The effective workflow is highly interactive. The model excels as a research assistant, a "rubber duck" for debugging, and a reference for programming language details. It cannot autonomously solve complex, multi-step problems but can assist significantly when guided step-by-step.

In testing, the model successfully analyzed and suggested fixes for Elixir Credo linter warnings and identified simple Git merge conflict resolutions. However, it sometimes failed to execute edits correctly, highlighting the need for user oversight.

Why It Matters: The Shift to Sustainable, Private AI

The drive towards local LLMs is multifaceted. It offers privacy (no data sent to the cloud), cost predictability (no subscription fees, just electricity), and offline capability. As noted in the experiment, it also reduces dependence on large US tech companies.

Furthermore, while the environmental cost of training these models is significant, using local hardware for inference shifts compute away from massive, energy-intensive data centers. The permissive Apache 2.0 license of newer models like Gemma 4, as reported by Ars Technica, further lowers the barrier to experimentation and innovation.

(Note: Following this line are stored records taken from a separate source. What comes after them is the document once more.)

/**
 * vasprun.xml benchmark (a script, not a test): generates vasprun.xml files under bench-data/ (not committed),
 * with the same energies as one JSON array beside each, then measures in separate processes
 * (scripts/bench/measure.ts): the reader through the core loader, JSON.parse of the energies, and a bare
 * newline count of the XML. Prints each figure with the one it is compared against and the goal.
 * Two shapes: many bands (11 200 k × 520 bands, ~200 MB, streamed) and many k-points (20 000 k × 40 bands,
 * ~30 MB). With --small: 1 000 × 520 and 4 000 × 40; with --shape 20000x40 only that shape.
 * For files up to 64 MiB it also reads the file twice in this process and prints the second pass: the
 * reader's steady cost, apart from what a fresh process pays once (compiling the scanner, hashing, I/O).
 */
import { spawnSync } from 'node:child_process';
import { closeSync, existsSync, mkdirSync, openSync, readFileSync, statSync, writeSync } from 'node:fs';
import { VasprunStream } from '../../src/core/formats/vasp/vasprunStream';

const small = process.argv.includes('--small');
const shapeArg = process.argv[process.argv.indexOf('--shape') + 1] ?? '';
const onlyShape = process.argv.includes('--shape') ? shapeArg.split('x').map(Number) : null;
const dir = 'bench-data';
mkdirSync(dir, { recursive: true });
const MB = 2 ** 20;
/** Goals (issue on throughput): reader ≤ 1.5 × JSON.parse of the same energies; peak memory ≤ 0.5 × the file. */
const TIME_GOAL = 1.5;
const MEMORY_GOAL = 0.5;
let nk = 0;
let nb = 0;
let xml = '';
let json = '';

/** Deterministic smooth bands: half valence below 0 eV, half conduction above 1 eV. */
function energy(k: number, b: number): number {
  const x = k / nk;
  const c = Math.cos(2 * Math.PI * x);
  return b < nb / 2 ? -12 + (12 * b) / (nb / 2) + 0.3 * c : 1 + (12 * (b - nb / 2)) / (nb / 2) - 0.3 * c;
}

function generate(): void {
  console.log(`generating ${xml} (${nk} k-points × ${nb} bands) ...`);
  const fx = openSync(xml, 'w');
  const fj = openSync(json, 'w');
  let buf = '';
  let jbuf = '[';
  let first = true;
  const flush = (force = false): void => {
    if (force || buf.length > 1 << 22) {
      writeSync(fx, buf);
      buf = '';
    }
    if (force || jbuf.length > 1 << 22) {
      writeSync(fj, jbuf);
      jbuf = '';
    }
  };
  const f = (v: number, w: number, d: number): string => v.toFixed(d).padStart(w);
  buf +=
    '<?xml version="1.0" encoding="ISO-8859-1"?>\n<modeling>\n <generator>\n  <i name="program" type="string">vasp </i>\n </generator>\n';
  buf += ' <kpoints>\n  <generation param="listgenerated">\n   <i name="divisions" type="int">' + f(nk, 8, 0) + ' </i>\n';
  buf += `   <v>${f(0, 16, 8)}${f(0, 16, 8)}${f(0, 16, 8)} </v>\n   <v>${f(0.5, 16, 8)}${f(0, 16, 8)}${f(0, 16, 8)} </v>\n  </generation>\n`;
  buf += '  <varray name="kpointlist" >\n';
  for (let k = 0; k < nk; k++) buf += `   <v>${f((0.5 * k) / (nk - 1), 16, 8)}${f(0, 16, 8)}${f(0, 16, 8)} </v>\n`;
  buf += '  </varray>\n  <varray name="weights" >\n';
  for (let k = 0; k < nk; k++) buf += `   <v>${f(1 / nk, 16, 8)} </v>\n`;
  buf += '  </varray>\n </kpoints>\n <parameters>\n  <separator name="electronic" >\n';
  buf += `   <i type="int" name="NBANDS">${f(nb, 6, 0)}</i>\n   <i name="NELECT">${f(nb, 16, 8)}</i>\n`;
  buf +=
    '   <separator name="electronic spin" >\n    <i type="int" name="ISPIN">     1</i>\n    <i type="logical" name="LSORBIT"> F  </i>\n   </separator>\n  </separator>\n </parameters>\n';
  buf +=
    ' <atominfo>\n  <array name="atoms" >\n   <set>\n    <rc><c>Si</c><c>   1</c></rc>\n    <rc><c>Si</c><c>   1</c></rc>\n   </set>\n  </array>\n </atominfo>\n';
  const structure = (name: string): string =>
    ` <structure name="${name}" >\n  <crystal>\n   <varray name="basis" >\n    <v>${f(0, 16, 8)}${f(2.715, 16, 8)}${f(2.715, 16, 8)} </v>\n    <v>${f(2.715, 16, 8)}${f(0, 16, 8)}${f(2.715, 16, 8)} </v>\n    <v>${f(2.715, 16, 8)}${f(2.715, 16, 8)}${f(0, 16, 8)} </v>\n   </varray>\n  </crystal>\n  <varray name="positions" >\n   <v>${f(0, 16, 8)}${f(0, 16, 8)}${f(0, 16, 8)} </v>\n   <v>${f(0.25, 16, 8)}${f(0.25, 16, 8)}${f(0.25, 16, 8)} </v>\n  </varray>\n </structure>\n`;
  buf += structure('initialpos');
  buf +=
    ' <calculation>\n  <eigenvalues>\n   <array>\n    <dimension dim="1">band</dimension>\n    <dimension dim="2">kpoint</dimension>\n    <dimension dim="3">spin</dimension>\n    <field>eigene</field>\n    <field>occ</field>\n    <set>\n     <set comment="spin 1">\n';
  for (let k = 0; k < nk; k++) {
    buf += `      <set comment="kpoint ${k + 1}">\n`;
    for (let b = 0; b < nb; b++) {
      const e = energy(k, b);
      buf += `       <r>${f(e, 10, 4)}${f(b < nb / 2 ? 1 : 0, 10, 4)} </r>\n`;
      jbuf += (first ? '' : ',') + e.toFixed(4);
      first = false;
    }
    buf += '      </set>\n';
    flush();
  }
  buf +=
    '     </set>\n    </set>\n   </array>\n  </eigenvalues>\n  <dos>\n   <i name="efermi">      0.50000000 </i>\n  </dos>\n </calculation>\n';
  buf += structure('finalpos') + '</modeling>\n';
  jbuf += ']';
  flush(true);
  closeSync(fx);
  closeSync(fj);
}

function measure(task: string, file: string): { ms: number; cpuMs: number; rssBeforeMB: number; maxRssMB: number; count: number } | null {
  const r = spawnSync(process.execPath, ['--import', 'tsx', 'scripts/bench/measure.ts', task, file], {
    encoding: 'utf8',
    maxBuffer: 1 << 26,
  });
  if (r.status !== 0) {
    console.log(`  ${task}: failed (${(r.stderr || '').trim().split('\n').slice(-1)[0]})`);
    return null;
  }
  return JSON.parse(r.stdout.trim().split('\n').pop()!);
}
const fmt = (x: number, d = 2): string => x.toFixed(d);
const STREAM_ABOVE_MB = 32;

const shapes = onlyShape
  ? [onlyShape]
  : small
    ? [
        [1000, 520],
        [4000, 40],
      ]
    : [
        [11200, 520],
        [20000, 40],
      ];

/** CPU milliseconds of the second of two in-process reads of `file` (no hashing, bytes already in memory). */
function warmReadCpuMs(file: string): number {
  const bytes = readFileSync(file);
  let cpu = 0;
  for (let pass = 0; pass < 2; pass++) {
    const c0 = process.cpuUsage();
    const stream = new VasprunStream(file, bytes.length);
    for (let i = 0; i < bytes.length; i += 1 << 20)
      stream.write(bytes.subarray(i, Math.min(bytes.length, i + (1 << 20))), i + (1 << 20) >= bytes.length);
    stream.finish(false);
    const c = process.cpuUsage(c0);
    cpu = (c.user + c.system) / 1000;
  }
  return cpu;
}

for (const [k, b] of shapes) {
  nk = k!;
  nb = b!;
  xml = `${dir}/vasprun-${nk}x${nb}.xml`;
  json = `${xml}.json`;
  if (!existsSync(xml) || !existsSync(json)) generate();
  const size = statSync(xml).size;
  console.log(`\nvasprun.xml, ${fmt(size / MB, 0)} MiB, ${nk} k-points × ${nb} bands = ${nk * nb} energies (byte scanner)`);
  const ours = measure('read-only', xml);
  const loader = measure('read-valleyscope', xml);
  const jp = measure('json-parse', json);
  const nl = measure('newline-count', xml);
  if (!ours || !loader || !jp || !nl) continue;
  const ratio = ours.ms / ours.count / (jp.ms / jp.count);
  console.log(
    `  vasprun reader alone, streamed (no file hash, as analyze reads)   ${fmt(ours.ms, 0)} ms  (${fmt(size / MB / (ours.ms / 1000), 0)} MiB/s, ${fmt((ours.ms * 1e6) / ours.count, 1)} ns per energy)`,
  );
  console.log(
    `  JSON.parse, same energies as one array (${fmt(statSync(json).size / MB, 0)} MiB)  ${fmt(jp.ms, 0)} ms  (${fmt((jp.ms * 1e6) / jp.count, 1)} ns per energy)`,
  );
  console.log(`  newline count over the same XML (I/O floor)  ${fmt(nl.ms, 0)} ms`);
  console.log(
    `  ratio reader / JSON.parse (time per energy): ${fmt(ratio)}   (goal ≤ ${TIME_GOAL}: ${ratio <= TIME_GOAL ? 'met' : 'NOT met'})`,
  );
  const cpuRatio = ours.cpuMs / ours.count / (jp.cpuMs / jp.count);
  console.log(
    `  the same ratio in CPU time (less disturbed by other load): ${fmt(cpuRatio)}   (reader ${fmt(ours.cpuMs, 0)} ms, JSON.parse ${fmt(jp.cpuMs, 0)} ms)`,
  );
  console.log(`  ratio reader / newline count (same file):    ${fmt(ours.ms / nl.ms)}`);
  const peak = ours.maxRssMB - ours.rssBeforeMB;
  const mem = (peak * MB) / size;
  console.log(
    `  peak memory while reading ${fmt(peak, 0)} MiB over a baseline of ${fmt(ours.rssBeforeMB, 0)} MiB; ratio to the file size: ${fmt(mem)}   (goal ≤ ${MEMORY_GOAL}: ${mem <= MEMORY_GOAL ? 'met' : 'NOT met'})`,
  );
  console.log(
    `  (energies as doubles and occupations as floats: ${fmt((ours.count * 12) / MB, 0)} MiB, ${fmt((ours.count * 12) / size)} of the file size)`,
  );
  if (size <= 64 * MB) {
    const warm = warmReadCpuMs(xml);
    console.log(
      `  steady reader (second read in one process, bytes in memory, no hashing): ${fmt(warm, 0)} ms CPU, ${fmt((warm * 1e6) / ours.count, 1)} ns per energy; ratio to JSON.parse CPU ${fmt(warm / ours.count / (jp.cpuMs / jp.count))}`,
    );
  }
  const lpeak = loader.maxRssMB - loader.rssBeforeMB;
  const streamed = size > STREAM_ABOVE_MB * MB;
  console.log(
    `  through the core loader (adds label inference from the lattice${streamed ? '' : `; files under ${STREAM_ABOVE_MB} MiB are read whole`}): ${fmt(loader.ms, 0)} ms, ratio ${fmt(loader.ms / loader.count / (jp.ms / jp.count))}; peak memory ${fmt(lpeak, 0)} MiB, ${fmt((lpeak * MB) / size)} of the file`,
  );
}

Conclusion: A Viable Niche in an AI-Dominated Landscape

Running local LLMs on an M4 Mac with 24GB of RAM is a viable and rewarding endeavor for developers willing to navigate the initial setup complexity and accept the performance trade-offs. The global RAM shortage makes efficient use of available hardware paramount.

The ecosystem of open models (Qwen, Gemma), efficient inference engines (LM Studio, llama.cpp), and agent frameworks (Pi, OpenCode) is maturing rapidly. For tasks requiring instant recall, basic coding assistance, and offline operation, a local setup provides a powerful, private, and engaging alternative to cloud-based AI, carving out a sustainable niche in the broader AI revolution.